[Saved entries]
****************************************
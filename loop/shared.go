package loop

import (
	"math"

	"github.com/fadeloop/fadeloop/fading"
)

// shared is what all replications of a run share (read-only while running).
type shared struct {
	sc      Scenario
	users   []userInfo
	hk      *hooks
	n       int
	total   int64
	warm    int64
	rateHz  float64
	gp      float64 // processing gain
	noiseMW float64
	f1      float64 // 1 + other-cell ratio
	link    *linkModel
	profile []fading.Profile // per group
	initP   []float64        // initial power per user, mW

	sirLayout, powLayout, riseLayout *histLayout // SIR-error ratio, Tx power (mW), noise rise
	nbins                            int
	binEdges                         []float64
	marginLin                        float64
	convW                            int
	convTolDB                        float64

	decorrSlots float64 // longest decorrelation time of a user, slots (decorrelationSlots)
	decorrWhat  string  // what that decorrelation time is (for the notes)
	batches     int     // batches per replication (effectiveBatches)
	batchNote   string  // why batches differs from run.batches, or ""
	withhold    bool    // one replication gives no intervals: too short for MinBatches batches (effectiveBatches)
	pool        *pool   // histograms pooled over replications (nil with one replication)
}

// Convergence rule: a user has converged at the first slot where the mean
// SIR error over the last ConvergenceWindowS (at least one slot) is within
// ±ConvergenceToleranceDB (common practice).
const (
	ConvergenceWindowS     = 0.01
	ConvergenceToleranceDB = 1.0
)

func newShared(sc Scenario, users []userInfo, hk *hooks) *shared {
	s := &shared{sc: sc, users: users, hk: hk, n: len(users), total: sc.TotalSlots(), warm: sc.Run.WarmupSlots,
		rateHz: sc.InnerLoop.UpdateRateHz, gp: sc.Receiver.ProcessingGain(), noiseMW: dbToLin(sc.Receiver.NoiseDBm()),
		f1: 1 + sc.Receiver.OtherCellRatio, link: newLinkModel(sc.Link)}
	for g := range sc.Groups {
		s.profile = append(s.profile, groupProfile(sc, g))
	}
	il := sc.InnerLoop
	for _, u := range users {
		s.initP = append(s.initP, initialPowerMW(il, sc.OuterLoop, sc.Receiver, u.pathLossDB))
	}
	// Histogram resolution: HistBinsPerOctaveLog2 = 7, i.e. 128 bins per
	// octave (<= 0.034 dB wide) up to 512 users, one step coarser per
	// doubling beyond (down to 32 per octave, 0.13 dB), so that the hot part
	// of the per-user histograms stays cache-resident and their memory
	// bounded. The receiver's noise-rise histogram uses 512 per octave.
	m := uint(HistBinsPerOctaveLog2)
	for nb := len(users); nb > 512 && m > 5; nb /= 2 {
		m--
	}
	s.sirLayout = layoutForDB(-48, 48, m)
	s.powLayout = layoutForDB(il.MinPowerDBm, il.MaxPowerDBm, m)
	s.powLayout.limitDB(il.MinPowerDBm, il.MaxPowerDBm) // Tx power never leaves [min, max]
	s.riseLayout = layoutForDB(0, 60, 9)
	s.marginLin = dbToLin(-sc.Run.OutageMarginDB)
	s.convW = max(1, int(math.Round(ConvergenceWindowS*s.rateHz)))
	s.convTolDB = ConvergenceToleranceDB
	if hk == nil || (hk.static == nil && hk.matrix == nil) { // hooks replace fading by static gains
		s.decorrSlots, s.decorrWhat = decorrelationSlots(sc, users, s.rateHz)
	}
	s.batches, s.batchNote, s.withhold = effectiveBatches(sc.Run.Batches, s.total-s.warm, s.decorrSlots, s.decorrWhat)
	// Distance bins: equal width over the users' distance range.
	s.nbins = sc.Run.DistanceBins
	if sc.Run.Replications > 1 {
		s.pool = newPool(s.n + s.nbins + 1)
	}
	dmin, dmax := math.Inf(1), math.Inf(-1)
	for _, u := range users {
		dmin, dmax = math.Min(dmin, u.distanceM), math.Max(dmax, u.distanceM)
	}
	for b := 0; b <= s.nbins; b++ {
		s.binEdges = append(s.binEdges, dmin+(dmax-dmin)*float64(b)/float64(s.nbins))
	}
	for i := range s.users {
		b := 0
		if dmax > dmin {
			b = int(float64(s.nbins) * (s.users[i].distanceM - dmin) / (dmax - dmin))
		}
		s.users[i].bin = min(max(b, 0), s.nbins-1)
	}
	return s
}

// repSeed is the seed of replication r: the run seed itself for r = 0, the
// SplitMix64 mix of seed + r·γ (fading.SplitMix64(seed, r−1)) otherwise.
func repSeed(seed uint64, r int) uint64 {
	if r == 0 {
		return seed
	}
	return fading.SplitMix64(seed, uint64(r-1))
}
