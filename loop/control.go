package loop

import (
	"fmt"
	"math"
	"math/rand/v2"

	"github.com/fadeloop/fadeloop/fading"
)

// Adaptive-step rule (COMMAND_ADAPTIVE): Jayant's adaptive delta modulation
// with one-bit memory (Jayant, Bell Syst. Tech. J. 49(2), 1970 (memory)),
// applied at the transmitter to the received one-bit commands: the step is
// step_db·K^j; j rises by one when a command repeats the previous one and
// falls by one when it reverses, within [AdaptiveMinExp, AdaptiveMaxExp].
// Large steps chase deep fades quickly, small ones settle the limit cycle.
const (
	AdaptiveRatio  = 1.5 // K, the step multiplier (Jayant's P, with Q = 1/P)
	AdaptiveMinExp = -2  // smallest step step_db·K^−2 (0.44·step_db)
	AdaptiveMaxExp = 2   // largest step step_db·K^2 (2.25·step_db)
)

// noCommand marks an empty slot of the feedback delay line.
const noCommand = -1

// bank is the power-control state of n users in structure-of-arrays form:
// transmit power, the feedback delay line of received commands, the SIR
// estimate filter and the outer-loop target. It is the one implementation
// of the control law; the engine steps all users of a replication with it
// and Controller steps one. Powers are linear, in mW; command steps are
// precomputed linear factors, so a slot costs multiplications and compares
// only. Per slot, in order: apply (commands due now change the power),
// the caller measures the SIR with that power, decide (commands of this slot
// enter the delay line).
type bank struct {
	n          int
	mode       InnerMode
	cmd        Command
	pmin, pmax float64 // mW

	p []float64 // transmit power, mW

	// Feedback delay line: d1 = D+1 rows of n received command indices.
	d1   int
	ring []int8
	pos  int

	// FIXED_STEP / MULTI_LEVEL: level i changes the power by levelDB[i].
	levelDB     []float64
	levelFactor []float64
	thrFactor   []float64 // MULTI_LEVEL: SIR-error thresholds as linear ratios, ascending
	decided     []int8    // command decided in the last decide, per user

	// ADAPTIVE: per user step exponent and last received bit.
	adJ    []int8
	adLast []int8
	adUp   []float64 // factor of an up step by exponent j−AdaptiveMinExp
	adDown []float64
	adDB   []float64

	// SIR estimate moving average over avgK slots.
	avgK    int
	avgBuf  []float64
	avgN    []int32
	avgHead []int32

	// Outer loop.
	outer     OuterLoop
	downDB    float64
	targetDB  []float64
	target    []float64 // linear
	invTarget []float64
}
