package loop

import (
	"math"
	"testing"
)

// TestFoldRecordsTracksUsedRange: folding recorded fused slots counts every
// value in its bin and leaves each user's used bin range equal to the first
// and last non-zero bins found by a plain scan (the batch end scans only
// that range), for values inside, below and above the histograms' ranges.
func TestFoldRecordsTracksUsedRange(t *testing.T) {
	sc := CanonicalScenario()
	sc.Groups[0].Count = 4
	users, err := placeUsers(sc)
	if err != nil {
		t.Fatal(err)
	}
	sh := newShared(sc, users, nil)
	r := newTestRand(9)
	for trial := 0; trial < 50; trial++ {
		c := newCollector(sh)
		const stride = 16
		c.recStride = stride
		c.recRatio = make([]float64, 4*stride)
		c.recPow = make([]float64, 4*stride)
		for i := range c.recRatio {
			c.recRatio[i] = math.Pow(10, (200*r.Float64()-100)/10) // −100..100 dB: past both ends of the SIR-error range
			c.recPow[i] = math.Pow(10, (100*r.Float64()-70)/10)    // −70..30 dBm
		}
		c.recFrom, c.recTo = r.IntN(8), 8+r.IntN(9)
		c.foldRecords(0, 4)
		for u := 0; u < 4; u++ {
			for _, q := range []struct {
				name   string
				h      *quantityHists
				lo, hi int32
			}{{"sir", &c.sir, c.sir.lo[u], c.sir.hi[u]}, {"pow", &c.pow, c.pow.lo[u], c.pow.hi[u]}} {
				row := q.h.batch[u*q.h.stride : (u+1)*q.h.stride]
				wantLo, wantHi, total := -1, -1, 0
				for j, v := range row {
					if v != 0 {
						if wantLo < 0 {
							wantLo = j
						}
						wantHi = j
						total += int(v)
					}
				}
				if total != c.recTo-c.recFrom {
					t.Fatalf("trial %d user %d %s: %d counts, want %d", trial, u, q.name, total, c.recTo-c.recFrom)
				}
				if int(q.lo) != wantLo || int(q.hi) != wantHi {
					t.Fatalf("trial %d user %d %s: tracked range [%d, %d], scan [%d, %d]", trial, u, q.name, q.lo, q.hi, wantLo, wantHi)
				}
			}
		}
	}
}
****************************************
Instructions for the task >>
Your answer should be a single number: the tally of lines in the entries that include the word "leaves".

Reply to the task >>
2